EXERCISE BRIEF:
How many lines in the records below contain "into"? Answer with the number alone.

[Stored data entries]
####
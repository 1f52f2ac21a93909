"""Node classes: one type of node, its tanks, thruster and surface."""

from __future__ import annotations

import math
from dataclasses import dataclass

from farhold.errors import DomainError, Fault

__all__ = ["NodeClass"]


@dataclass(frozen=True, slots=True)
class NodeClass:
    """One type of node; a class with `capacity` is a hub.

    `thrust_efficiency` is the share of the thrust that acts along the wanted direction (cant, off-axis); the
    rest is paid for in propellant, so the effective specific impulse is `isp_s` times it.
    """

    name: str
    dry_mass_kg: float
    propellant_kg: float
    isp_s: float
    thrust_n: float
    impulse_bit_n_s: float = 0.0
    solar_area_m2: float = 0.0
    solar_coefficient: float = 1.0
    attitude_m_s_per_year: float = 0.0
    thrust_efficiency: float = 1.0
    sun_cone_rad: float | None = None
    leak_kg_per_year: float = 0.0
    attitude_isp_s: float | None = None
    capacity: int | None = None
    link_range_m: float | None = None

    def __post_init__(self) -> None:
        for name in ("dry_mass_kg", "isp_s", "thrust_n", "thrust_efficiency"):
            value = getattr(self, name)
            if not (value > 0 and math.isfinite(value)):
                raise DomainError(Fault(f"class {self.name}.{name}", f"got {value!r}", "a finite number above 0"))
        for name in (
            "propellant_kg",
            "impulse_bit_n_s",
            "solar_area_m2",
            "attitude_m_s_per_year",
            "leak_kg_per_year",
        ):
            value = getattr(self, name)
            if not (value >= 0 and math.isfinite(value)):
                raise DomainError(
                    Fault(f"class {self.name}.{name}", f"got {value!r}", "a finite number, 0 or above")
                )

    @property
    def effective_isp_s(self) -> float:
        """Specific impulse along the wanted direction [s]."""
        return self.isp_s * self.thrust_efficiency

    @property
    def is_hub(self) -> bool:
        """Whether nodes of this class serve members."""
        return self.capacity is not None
####
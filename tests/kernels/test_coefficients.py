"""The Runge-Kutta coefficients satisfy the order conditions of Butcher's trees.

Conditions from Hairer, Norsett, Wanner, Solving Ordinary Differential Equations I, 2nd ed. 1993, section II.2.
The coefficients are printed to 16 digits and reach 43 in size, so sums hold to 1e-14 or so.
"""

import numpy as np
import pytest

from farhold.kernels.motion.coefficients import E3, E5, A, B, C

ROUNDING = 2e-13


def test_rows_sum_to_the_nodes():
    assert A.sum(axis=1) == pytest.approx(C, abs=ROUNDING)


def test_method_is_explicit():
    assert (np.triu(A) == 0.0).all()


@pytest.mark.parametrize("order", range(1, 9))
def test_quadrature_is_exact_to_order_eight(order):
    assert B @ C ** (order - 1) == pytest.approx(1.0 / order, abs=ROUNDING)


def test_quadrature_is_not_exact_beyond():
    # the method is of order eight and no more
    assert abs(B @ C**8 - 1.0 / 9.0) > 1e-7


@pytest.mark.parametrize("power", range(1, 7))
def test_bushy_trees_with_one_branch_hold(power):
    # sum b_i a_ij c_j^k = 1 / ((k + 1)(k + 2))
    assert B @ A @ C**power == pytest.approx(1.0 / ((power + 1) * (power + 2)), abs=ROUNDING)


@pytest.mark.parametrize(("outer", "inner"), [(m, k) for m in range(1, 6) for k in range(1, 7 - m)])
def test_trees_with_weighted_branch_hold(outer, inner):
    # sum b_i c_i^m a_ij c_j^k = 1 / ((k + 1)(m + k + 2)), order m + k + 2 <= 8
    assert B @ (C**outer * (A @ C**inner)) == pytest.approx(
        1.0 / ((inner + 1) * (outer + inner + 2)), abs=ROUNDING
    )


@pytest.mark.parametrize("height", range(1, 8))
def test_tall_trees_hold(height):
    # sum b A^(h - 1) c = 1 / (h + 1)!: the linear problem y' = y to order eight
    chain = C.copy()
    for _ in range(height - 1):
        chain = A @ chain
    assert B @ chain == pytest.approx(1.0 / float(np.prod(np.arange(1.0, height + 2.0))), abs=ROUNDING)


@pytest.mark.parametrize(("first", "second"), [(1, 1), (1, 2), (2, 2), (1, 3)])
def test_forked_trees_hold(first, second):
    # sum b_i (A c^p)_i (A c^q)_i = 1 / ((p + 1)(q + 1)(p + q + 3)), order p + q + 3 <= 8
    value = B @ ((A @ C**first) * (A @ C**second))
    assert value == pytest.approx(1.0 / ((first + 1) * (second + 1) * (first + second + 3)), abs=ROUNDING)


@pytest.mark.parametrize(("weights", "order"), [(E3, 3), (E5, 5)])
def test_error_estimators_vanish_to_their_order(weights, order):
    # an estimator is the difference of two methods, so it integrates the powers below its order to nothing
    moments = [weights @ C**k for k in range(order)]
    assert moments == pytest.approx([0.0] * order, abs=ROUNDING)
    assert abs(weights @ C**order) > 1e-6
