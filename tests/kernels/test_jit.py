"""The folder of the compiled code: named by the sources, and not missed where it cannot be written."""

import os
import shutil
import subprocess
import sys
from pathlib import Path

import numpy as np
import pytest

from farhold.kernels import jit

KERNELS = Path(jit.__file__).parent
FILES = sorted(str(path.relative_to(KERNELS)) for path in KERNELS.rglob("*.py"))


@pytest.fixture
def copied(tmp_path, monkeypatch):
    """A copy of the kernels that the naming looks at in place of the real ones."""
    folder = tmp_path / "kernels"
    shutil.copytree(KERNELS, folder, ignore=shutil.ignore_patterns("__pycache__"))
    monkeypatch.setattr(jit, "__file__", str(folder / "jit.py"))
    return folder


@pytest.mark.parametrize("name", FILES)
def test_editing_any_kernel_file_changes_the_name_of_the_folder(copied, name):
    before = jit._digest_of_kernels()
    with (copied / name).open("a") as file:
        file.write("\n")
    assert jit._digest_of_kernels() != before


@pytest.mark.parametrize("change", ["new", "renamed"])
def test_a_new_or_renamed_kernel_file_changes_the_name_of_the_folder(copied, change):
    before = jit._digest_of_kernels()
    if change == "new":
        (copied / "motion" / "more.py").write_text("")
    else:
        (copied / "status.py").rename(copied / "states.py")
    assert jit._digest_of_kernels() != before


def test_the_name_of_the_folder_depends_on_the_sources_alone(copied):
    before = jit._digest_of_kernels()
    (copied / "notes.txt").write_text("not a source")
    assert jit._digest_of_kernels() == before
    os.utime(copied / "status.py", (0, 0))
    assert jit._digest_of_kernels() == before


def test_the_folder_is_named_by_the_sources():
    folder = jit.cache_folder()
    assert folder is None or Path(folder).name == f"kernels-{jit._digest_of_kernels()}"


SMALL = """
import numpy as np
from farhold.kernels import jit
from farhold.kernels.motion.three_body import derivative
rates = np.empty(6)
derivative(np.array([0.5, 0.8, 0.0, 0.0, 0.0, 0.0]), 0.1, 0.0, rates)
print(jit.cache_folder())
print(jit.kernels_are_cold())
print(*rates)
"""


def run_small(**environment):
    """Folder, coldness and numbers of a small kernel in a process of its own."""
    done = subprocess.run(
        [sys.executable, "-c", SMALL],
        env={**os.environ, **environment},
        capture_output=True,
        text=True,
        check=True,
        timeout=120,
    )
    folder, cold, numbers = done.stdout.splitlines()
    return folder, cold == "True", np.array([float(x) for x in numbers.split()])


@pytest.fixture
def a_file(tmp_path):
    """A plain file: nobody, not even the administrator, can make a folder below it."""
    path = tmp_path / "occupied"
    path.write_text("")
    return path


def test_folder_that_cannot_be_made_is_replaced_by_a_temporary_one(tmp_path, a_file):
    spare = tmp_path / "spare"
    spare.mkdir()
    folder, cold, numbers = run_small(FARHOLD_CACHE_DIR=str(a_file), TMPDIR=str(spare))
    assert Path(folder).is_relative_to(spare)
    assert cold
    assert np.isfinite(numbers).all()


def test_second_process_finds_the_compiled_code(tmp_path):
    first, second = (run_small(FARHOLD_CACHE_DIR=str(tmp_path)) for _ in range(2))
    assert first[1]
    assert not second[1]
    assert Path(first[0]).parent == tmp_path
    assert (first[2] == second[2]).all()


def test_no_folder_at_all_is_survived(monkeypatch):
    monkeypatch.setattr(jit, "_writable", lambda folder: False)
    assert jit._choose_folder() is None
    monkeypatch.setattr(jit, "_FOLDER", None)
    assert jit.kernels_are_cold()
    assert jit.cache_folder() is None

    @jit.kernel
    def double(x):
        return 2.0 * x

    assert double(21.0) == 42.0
####
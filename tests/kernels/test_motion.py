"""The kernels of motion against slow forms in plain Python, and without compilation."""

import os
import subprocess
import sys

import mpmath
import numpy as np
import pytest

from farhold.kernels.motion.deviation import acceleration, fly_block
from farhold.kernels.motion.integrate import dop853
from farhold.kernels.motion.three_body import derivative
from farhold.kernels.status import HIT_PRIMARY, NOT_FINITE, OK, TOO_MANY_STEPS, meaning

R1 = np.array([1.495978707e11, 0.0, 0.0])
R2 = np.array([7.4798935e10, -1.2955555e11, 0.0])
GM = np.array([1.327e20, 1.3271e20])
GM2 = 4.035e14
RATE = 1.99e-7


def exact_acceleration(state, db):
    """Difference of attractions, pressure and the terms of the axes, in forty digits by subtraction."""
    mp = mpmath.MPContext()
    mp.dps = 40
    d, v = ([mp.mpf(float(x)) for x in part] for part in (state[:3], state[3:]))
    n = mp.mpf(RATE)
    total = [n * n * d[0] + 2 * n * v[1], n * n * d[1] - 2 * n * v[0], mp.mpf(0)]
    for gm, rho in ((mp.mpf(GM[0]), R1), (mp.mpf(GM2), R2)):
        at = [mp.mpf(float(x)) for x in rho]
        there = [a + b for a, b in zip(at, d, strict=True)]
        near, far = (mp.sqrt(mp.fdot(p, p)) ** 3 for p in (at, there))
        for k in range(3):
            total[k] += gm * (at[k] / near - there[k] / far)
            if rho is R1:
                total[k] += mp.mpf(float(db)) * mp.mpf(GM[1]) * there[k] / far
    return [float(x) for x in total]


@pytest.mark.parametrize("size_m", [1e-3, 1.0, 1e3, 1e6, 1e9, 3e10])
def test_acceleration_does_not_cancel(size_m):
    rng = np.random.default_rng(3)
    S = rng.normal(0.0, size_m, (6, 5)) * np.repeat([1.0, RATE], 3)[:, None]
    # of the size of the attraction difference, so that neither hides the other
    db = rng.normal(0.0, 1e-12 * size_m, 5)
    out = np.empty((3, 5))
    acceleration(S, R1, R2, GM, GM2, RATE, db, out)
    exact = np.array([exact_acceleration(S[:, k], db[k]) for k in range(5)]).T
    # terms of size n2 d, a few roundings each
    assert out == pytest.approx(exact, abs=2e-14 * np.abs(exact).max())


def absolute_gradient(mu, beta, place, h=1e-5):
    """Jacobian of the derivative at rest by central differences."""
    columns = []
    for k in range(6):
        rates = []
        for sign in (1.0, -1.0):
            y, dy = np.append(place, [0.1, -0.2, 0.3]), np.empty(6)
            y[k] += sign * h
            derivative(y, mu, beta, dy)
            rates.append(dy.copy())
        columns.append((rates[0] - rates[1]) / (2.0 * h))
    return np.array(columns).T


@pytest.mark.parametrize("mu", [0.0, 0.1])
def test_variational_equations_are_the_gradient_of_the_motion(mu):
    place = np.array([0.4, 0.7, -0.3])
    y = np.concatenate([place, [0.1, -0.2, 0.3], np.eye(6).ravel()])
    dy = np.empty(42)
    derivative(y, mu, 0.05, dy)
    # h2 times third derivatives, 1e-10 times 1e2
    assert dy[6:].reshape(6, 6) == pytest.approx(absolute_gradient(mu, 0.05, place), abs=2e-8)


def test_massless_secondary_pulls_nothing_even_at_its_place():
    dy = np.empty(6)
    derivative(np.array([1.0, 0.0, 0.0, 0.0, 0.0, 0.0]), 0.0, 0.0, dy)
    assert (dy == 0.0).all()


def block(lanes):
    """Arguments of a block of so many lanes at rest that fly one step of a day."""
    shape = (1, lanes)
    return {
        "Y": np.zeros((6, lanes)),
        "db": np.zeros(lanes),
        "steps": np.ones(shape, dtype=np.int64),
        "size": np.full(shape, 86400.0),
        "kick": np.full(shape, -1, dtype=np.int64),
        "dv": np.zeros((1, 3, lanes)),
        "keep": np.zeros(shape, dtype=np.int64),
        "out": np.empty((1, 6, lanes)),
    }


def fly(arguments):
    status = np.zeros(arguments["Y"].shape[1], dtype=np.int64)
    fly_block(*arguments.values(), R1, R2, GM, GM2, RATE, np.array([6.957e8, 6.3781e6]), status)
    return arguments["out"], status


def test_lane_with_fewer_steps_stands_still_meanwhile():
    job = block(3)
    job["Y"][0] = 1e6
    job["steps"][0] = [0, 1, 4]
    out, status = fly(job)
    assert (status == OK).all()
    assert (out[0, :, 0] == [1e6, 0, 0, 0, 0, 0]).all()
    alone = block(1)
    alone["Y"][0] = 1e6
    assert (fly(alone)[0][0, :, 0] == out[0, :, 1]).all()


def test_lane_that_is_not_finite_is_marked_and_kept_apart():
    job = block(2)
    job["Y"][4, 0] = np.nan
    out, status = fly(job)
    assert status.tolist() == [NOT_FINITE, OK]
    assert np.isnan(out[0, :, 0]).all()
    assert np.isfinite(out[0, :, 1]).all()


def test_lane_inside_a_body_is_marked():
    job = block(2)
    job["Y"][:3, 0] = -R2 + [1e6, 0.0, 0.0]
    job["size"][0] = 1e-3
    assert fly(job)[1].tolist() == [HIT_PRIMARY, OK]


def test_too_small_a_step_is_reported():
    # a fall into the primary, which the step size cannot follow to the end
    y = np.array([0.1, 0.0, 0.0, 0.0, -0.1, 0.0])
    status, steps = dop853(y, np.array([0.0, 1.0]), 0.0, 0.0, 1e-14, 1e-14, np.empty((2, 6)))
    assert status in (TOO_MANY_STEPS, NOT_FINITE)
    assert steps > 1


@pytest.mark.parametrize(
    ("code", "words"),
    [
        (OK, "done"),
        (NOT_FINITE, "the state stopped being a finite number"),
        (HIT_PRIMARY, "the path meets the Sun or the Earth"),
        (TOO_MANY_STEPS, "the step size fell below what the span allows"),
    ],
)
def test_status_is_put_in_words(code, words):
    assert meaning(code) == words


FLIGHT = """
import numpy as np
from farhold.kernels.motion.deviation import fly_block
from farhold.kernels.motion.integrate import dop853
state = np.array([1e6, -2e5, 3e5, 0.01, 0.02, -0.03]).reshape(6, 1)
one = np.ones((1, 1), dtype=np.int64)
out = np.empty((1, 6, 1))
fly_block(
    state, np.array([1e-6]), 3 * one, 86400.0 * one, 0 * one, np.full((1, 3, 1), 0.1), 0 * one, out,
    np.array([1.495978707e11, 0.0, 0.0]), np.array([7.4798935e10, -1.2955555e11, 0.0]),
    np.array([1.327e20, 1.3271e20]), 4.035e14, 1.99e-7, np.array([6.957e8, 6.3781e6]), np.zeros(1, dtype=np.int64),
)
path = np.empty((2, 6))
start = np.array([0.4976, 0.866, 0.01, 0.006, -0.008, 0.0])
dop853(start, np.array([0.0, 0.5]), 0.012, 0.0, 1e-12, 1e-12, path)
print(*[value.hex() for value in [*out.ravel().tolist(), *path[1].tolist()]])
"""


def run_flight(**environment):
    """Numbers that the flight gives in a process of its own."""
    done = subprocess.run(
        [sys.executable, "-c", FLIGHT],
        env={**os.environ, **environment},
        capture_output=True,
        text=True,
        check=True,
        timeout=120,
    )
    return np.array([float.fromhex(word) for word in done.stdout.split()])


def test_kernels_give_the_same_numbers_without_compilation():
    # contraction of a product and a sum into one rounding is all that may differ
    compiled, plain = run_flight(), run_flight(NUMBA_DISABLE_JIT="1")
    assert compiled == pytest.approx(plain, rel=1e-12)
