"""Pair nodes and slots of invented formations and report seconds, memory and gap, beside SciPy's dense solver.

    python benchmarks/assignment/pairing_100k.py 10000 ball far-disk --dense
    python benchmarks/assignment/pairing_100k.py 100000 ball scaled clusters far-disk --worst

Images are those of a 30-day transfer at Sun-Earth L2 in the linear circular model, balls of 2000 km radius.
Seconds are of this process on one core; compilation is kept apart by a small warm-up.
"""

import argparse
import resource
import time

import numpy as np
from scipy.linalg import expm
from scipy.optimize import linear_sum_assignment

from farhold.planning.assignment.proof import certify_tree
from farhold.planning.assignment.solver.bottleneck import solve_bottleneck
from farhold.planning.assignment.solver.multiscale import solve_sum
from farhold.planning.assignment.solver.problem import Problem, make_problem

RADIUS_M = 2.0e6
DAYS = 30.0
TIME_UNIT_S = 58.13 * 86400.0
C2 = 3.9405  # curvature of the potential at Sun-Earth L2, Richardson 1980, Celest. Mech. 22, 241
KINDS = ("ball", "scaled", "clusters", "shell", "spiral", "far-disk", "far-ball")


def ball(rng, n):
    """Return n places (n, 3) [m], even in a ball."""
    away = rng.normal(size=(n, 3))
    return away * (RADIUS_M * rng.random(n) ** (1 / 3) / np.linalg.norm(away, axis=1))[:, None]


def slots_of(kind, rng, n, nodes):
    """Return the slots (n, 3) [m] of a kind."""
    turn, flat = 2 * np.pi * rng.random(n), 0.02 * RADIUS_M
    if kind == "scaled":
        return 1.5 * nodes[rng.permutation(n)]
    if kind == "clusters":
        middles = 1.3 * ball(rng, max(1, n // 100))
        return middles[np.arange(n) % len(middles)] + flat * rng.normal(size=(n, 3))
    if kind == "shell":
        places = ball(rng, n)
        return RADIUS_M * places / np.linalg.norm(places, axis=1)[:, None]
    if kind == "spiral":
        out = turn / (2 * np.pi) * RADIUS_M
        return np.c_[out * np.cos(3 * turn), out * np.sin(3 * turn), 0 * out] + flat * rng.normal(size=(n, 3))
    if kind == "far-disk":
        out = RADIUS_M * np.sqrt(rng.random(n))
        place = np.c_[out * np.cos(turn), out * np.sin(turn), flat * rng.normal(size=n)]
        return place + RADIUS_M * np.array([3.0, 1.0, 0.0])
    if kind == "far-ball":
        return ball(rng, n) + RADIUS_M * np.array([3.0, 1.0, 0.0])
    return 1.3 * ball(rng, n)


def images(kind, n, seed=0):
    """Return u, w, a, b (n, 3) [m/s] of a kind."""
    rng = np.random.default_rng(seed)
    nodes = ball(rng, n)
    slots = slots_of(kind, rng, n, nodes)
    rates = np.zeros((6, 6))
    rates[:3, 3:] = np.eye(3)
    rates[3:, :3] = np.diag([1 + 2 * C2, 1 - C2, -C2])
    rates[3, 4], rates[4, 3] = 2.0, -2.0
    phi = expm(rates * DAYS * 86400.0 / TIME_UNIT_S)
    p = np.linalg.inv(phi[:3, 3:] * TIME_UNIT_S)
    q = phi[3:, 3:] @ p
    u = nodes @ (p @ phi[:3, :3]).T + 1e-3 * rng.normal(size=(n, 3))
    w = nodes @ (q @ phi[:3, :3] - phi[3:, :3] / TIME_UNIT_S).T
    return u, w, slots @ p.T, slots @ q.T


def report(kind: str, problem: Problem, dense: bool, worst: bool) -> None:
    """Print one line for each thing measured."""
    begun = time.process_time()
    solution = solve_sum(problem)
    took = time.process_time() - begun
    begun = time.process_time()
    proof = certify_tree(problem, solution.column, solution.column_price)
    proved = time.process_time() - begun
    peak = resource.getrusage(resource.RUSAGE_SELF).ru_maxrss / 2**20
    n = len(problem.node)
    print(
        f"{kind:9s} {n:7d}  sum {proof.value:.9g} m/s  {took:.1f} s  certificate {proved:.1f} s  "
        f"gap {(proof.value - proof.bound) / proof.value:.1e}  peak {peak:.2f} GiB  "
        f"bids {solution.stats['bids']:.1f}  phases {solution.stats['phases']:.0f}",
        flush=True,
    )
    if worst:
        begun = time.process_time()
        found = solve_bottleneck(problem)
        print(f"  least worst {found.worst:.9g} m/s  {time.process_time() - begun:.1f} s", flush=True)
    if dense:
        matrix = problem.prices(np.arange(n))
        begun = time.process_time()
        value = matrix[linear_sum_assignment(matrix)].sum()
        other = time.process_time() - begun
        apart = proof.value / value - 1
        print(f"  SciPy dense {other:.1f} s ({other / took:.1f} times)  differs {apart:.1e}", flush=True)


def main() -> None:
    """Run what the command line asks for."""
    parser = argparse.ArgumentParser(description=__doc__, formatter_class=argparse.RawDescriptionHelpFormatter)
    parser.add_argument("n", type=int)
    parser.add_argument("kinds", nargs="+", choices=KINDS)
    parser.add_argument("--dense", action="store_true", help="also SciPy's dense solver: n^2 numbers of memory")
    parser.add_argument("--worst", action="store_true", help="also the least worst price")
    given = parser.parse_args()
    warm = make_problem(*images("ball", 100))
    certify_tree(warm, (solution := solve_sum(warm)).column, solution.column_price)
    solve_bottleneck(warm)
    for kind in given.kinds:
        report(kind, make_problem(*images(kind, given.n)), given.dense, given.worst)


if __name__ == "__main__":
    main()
####
TASK RESULT:
2